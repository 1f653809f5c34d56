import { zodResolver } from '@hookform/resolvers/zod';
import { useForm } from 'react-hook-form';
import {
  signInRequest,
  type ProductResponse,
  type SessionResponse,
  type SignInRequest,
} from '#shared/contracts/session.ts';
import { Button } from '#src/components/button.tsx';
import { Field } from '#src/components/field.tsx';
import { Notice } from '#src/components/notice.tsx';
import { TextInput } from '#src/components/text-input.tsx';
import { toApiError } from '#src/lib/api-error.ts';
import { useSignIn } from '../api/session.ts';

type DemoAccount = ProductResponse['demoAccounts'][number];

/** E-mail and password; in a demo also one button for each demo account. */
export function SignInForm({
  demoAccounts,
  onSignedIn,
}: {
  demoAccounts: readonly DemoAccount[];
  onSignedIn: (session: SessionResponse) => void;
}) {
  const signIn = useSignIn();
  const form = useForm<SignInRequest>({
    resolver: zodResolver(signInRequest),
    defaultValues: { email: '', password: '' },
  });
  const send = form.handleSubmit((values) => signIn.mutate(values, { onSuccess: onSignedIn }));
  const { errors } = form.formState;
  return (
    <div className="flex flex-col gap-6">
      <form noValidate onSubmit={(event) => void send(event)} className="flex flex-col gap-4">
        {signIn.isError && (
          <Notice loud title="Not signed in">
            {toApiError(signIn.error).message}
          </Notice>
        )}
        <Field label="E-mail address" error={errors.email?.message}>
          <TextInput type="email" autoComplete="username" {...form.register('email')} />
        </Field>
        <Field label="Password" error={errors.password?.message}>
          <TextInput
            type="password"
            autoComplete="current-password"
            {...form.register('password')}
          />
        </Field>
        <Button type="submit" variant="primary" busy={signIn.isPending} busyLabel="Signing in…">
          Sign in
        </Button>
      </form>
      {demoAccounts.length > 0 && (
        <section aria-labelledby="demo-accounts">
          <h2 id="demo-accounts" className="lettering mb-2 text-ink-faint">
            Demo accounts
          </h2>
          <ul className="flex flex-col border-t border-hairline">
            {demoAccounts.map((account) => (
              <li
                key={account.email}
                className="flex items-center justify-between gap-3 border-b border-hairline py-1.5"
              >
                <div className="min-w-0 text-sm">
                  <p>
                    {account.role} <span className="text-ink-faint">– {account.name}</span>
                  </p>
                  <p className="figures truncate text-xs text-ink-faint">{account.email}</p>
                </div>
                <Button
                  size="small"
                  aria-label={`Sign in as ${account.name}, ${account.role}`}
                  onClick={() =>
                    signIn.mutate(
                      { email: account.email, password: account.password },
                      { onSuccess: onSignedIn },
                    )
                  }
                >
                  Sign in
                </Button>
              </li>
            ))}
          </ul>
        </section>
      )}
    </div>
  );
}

# # # # #

Description of the task:
Filter on the word "mutate": copy each matching line from the entries above.

Answer to this exercise:
  const send = form.handleSubmit((values) => signIn.mutate(values, { onSuccess: onSignedIn }));
                    signIn.mutate(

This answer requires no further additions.